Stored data
==========

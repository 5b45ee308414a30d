"""Records and step statistics over a range of starts, for any map.

Inside
------
- :func:`records` -- follow every start of ``[start, to]`` (positive starts,
  negative starts ``-to .. -start``, or both) to the minimum of the cycle it
  enters, and report: the record holders and their values for the steps to
  the cycle (*delay*), the stopping time (*glide*: first step below the
  start) and the largest value on the path (*peak*), each in the divided
  count and, for ``ax+b`` maps, the classic undivided count
  (``full = steps + odd steps``); the exact distributions of delays and
  glides (counts per value); basin sizes per cycle; the unresolved starts,
  counted and listed; the drift model's expectation for comparison
  (``heuristic``).
- :class:`RangeRecords`, :class:`SideRecords`, :class:`Record` -- the result.
- :func:`glide_model` -- the random-walk model's distribution of stopping
  times (heuristic).
- :func:`start_figures` -- the figures of one start, in plain exact Python
  (the definition the compiled walk is tested against).

Definitions
-----------
For a start ``s`` and ``v_i = T^i(s)``, with the step cap ``C`` (``max_steps``):

- *resolved*: the orbit enters a cycle of length at most ``C`` and first
  reaches the cycle's minimum (least ``|value|``, the negative one on a tie)
  at step ``delay <= C``. Other starts are *unresolved*: counted, listed,
  and left out of every record and distribution (a table over a range with
  unresolved starts says so).
- *delay*: that step (for 3x+1, the steps to reach 1; OEIS A006577 in the
  undivided count).
- *glide*: the least ``i >= 1`` with ``|v_i| < |s|``; starts whose orbit
  never gets below ``|s|`` (cycle minima, for one) have none.
- *peak*: the value of largest absolute value among ``v_0 .. v_delay`` (the
  first one on a tie, so that the two sides mirror each other).
- undivided (``ax+b`` maps): *full delay* = delay + odd steps among them,
  *full glide* likewise, *full peak* also over ``a v + b`` before each halving.
- a *record holder* is a resolved start whose value is larger than that of
  every resolved start of smaller absolute value in the range.

The walk is compiled (numba, :mod:`cyclewright.cycles.records_kernel`) with
int64 overflow checks; a start whose values would pass int64 continues in
exact Python integers, so every figure is exact at any size. Memory does not
grow with the range: a fixed table of small starts, histograms up to the cap,
a few record holders, the first unresolved starts.

References
----------
.. [1] R. Terras, "A stopping time problem on the positive integers",
   Acta Arithmetica 30 (1976) 241-252 (stopping time, its distribution).
.. [2] J. C. Lagarias, "The 3x+1 problem and its generalizations",
   American Mathematical Monthly 92 (1985) 3-23 (the drift heuristic).
.. [3] G. T. Leavens and M. Vermeulen, "3x+1 search programs", Computers and
   Mathematics with Applications 24 (1992) 79-99 (delay and path records).
"""

from __future__ import annotations

import functools
import itertools
import math
import time
from dataclasses import dataclass, field
from fractions import Fraction

import numpy as np

from cyclewright.maps import Map
from cyclewright.maps.registry import as_map

from .errors import InputError
from .labels import EXACT, HEURISTIC, HEURISTIC_CAUTION, ROUNDED
from .limits import (
    DEFAULT_MAX_STEPS,
    MAX_RECORDS_MINUTES,
    MAX_RECORDS_STEP_CAP,
    MAX_RECORDS_TO,
    check_range,
)
from .presentation import Presentable, Table
from .progress import ProgressCallback, report
from .sides import DEFAULT_SIDE, Side, parse_side, sides_of

__all__ = [
    "records",
    "RangeRecords",
    "SideRecords",
    "Record",
    "glide_model",
    "start_figures",
    "LISTED_UNRESOLVED",
    "KINDS",
    "RECORDS_STORE_ABOVE",
    "store_for_part",
]

#: How many unresolved starts a result lists per side (all are counted).
LISTED_UNRESOLVED = 1000

#: A records run made as part of a larger run (a comparison, a study) over fewer
#: starts than this keeps no records store unless one is asked for: it takes
#: seconds, so there is nothing worth resuming, and a file nobody asked for would
#: be left behind. The same rule as a family census's members
#: (:data:`cyclewright.cycles.census.FAMILY_STORE_ABOVE`, the same size).
RECORDS_STORE_ABOVE = 10**7


def store_for_part(store, starts: int, asked: bool | None = None):
    """The ``store`` argument of a records run inside a larger run (compare, a study).

    Parameters
    ----------
    store : path, None or False
        The store the larger run was given (None: none named, the default).
    starts : int
        How many starts the records run walks (all sides together).
    asked : bool, optional
        True: keep a store whatever the size (``store``, or the default
        store when None); False: keep none; None (default): keep one when
        ``store`` names one, or when ``starts`` is at least
        :data:`RECORDS_STORE_ABOVE`.

    Returns
    -------
    path, None or False
        What to pass as :func:`records`'s ``store``.

    Examples
    --------
    >>> store_for_part(None, 10**5), store_for_part(None, 10**8), store_for_part("out", 10)
    (False, None, 'out')
    >>> store_for_part(None, 10, asked=True), store_for_part("out", 10**8, asked=False)
    (None, False)
    """
    if asked is False or store is False:
        return False
    if asked or store is not None or starts >= RECORDS_STORE_ABOVE:
        return store
    return False


#: The record kinds: divided counts, then the undivided ("full") ones of ax+b maps.
KINDS = ("delay", "full_delay", "glide", "full_glide", "peak", "full_peak")
KIND_TITLES = {
    "delay": "steps to the cycle (delay)",
    "full_delay": "steps to the cycle, undivided count",
    "glide": "stopping time (glide)",
    "full_glide": "stopping time, undivided count",
    "peak": "largest value (peak)",
    "full_peak": "largest value, undivided path",
}
_TABLE_CONTRACTING = 2**20
_TABLE_EXPANDING = 2**10
_REC_BUF = 512
_BUF = 4096
_CYC_BUF = 256
_CACHE = 2**17  # results of hard starts kept per chunk (bounded: memory stays flat)


# --------------------------------------------------------------------------- plain definition
def start_figures(m: Map | str, s: int, max_steps: int = DEFAULT_MAX_STEPS) -> dict | None:
    """The figures of one start, computed plainly with exact integers (None if unresolved).

    Parameters
    ----------
    m : Map
    s : int
        A nonzero start (negative starts are on the negative side).
    max_steps : int
        The step cap ``C``: resolved means ``delay <= C`` and a cycle of length ``<= C``.

    Returns
    -------
    dict or None
        ``delay, odd, glide, peak, full_peak, cycle_min`` (``glide`` None when
        the orbit never gets below ``|s|``; ``full_peak`` None unless ``ax+b``).

    Examples
    --------
    >>> from cyclewright import maps
    >>> f = start_figures(maps.get("3x+1"), 27)
    >>> f["delay"], f["delay"] + f["odd"], f["glide"], f["full_peak"]   # OEIS A006577: 111
    (70, 111, 59, 9232)
    >>> start_figures(maps.get("5x+1"), 7, 100) is None
    True
    """
    m = as_map(m)
    seen: dict[int, int] = {}
    vals = []
    v = s
    for i in range(3 * max_steps + 4):
        if v in seen:
            break
        seen[v] = i
        vals.append(v)
        v = m.step(v)
    else:
        return None
    mu = seen[v]
    cyc = vals[mu:]
    if len(cyc) > max_steps:
        return None
    cmin = min(cyc, key=lambda q: (abs(q), q))
    delay = vals.index(cmin)
    if delay > max_steps:
        return None
    path = vals[: delay + 1]
    glide = next((i for i, q in enumerate(vals) if i and abs(q) < abs(s)), None)
    ab = m.ax_b
    odd = sum(1 for q in path[:-1] if q % 2) if ab else 0

    peak = max(path, key=abs)  # the first of largest |value|
    full_peak = None
    if ab:
        seq = []
        for q in path[:-1]:
            seq.append(q)
            if q % 2:
                seq.append(ab[0] * q + ab[1])
        seq.append(path[-1])
        full_peak = max(seq, key=abs)
    return {
        "delay": delay,
        "odd": odd,
        "glide": glide,
        "glide_odd": (sum(1 for q in vals[:glide] if q % 2) if ab and glide else 0),
        "peak": peak,
        "full_peak": full_peak,
        "cycle_min": cmin,
    }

==========

What you are asked to do
Only lines with the word "least" go in the answer. Take them all from the entries above.

Written answer
  reaches the cycle's minimum (least ``|value|``, the negative one on a tie)
- *glide*: the least ``i >= 1`` with ``|v_i| < |s|``; starts whose orbit
        ``store`` names one, or when ``starts`` is at least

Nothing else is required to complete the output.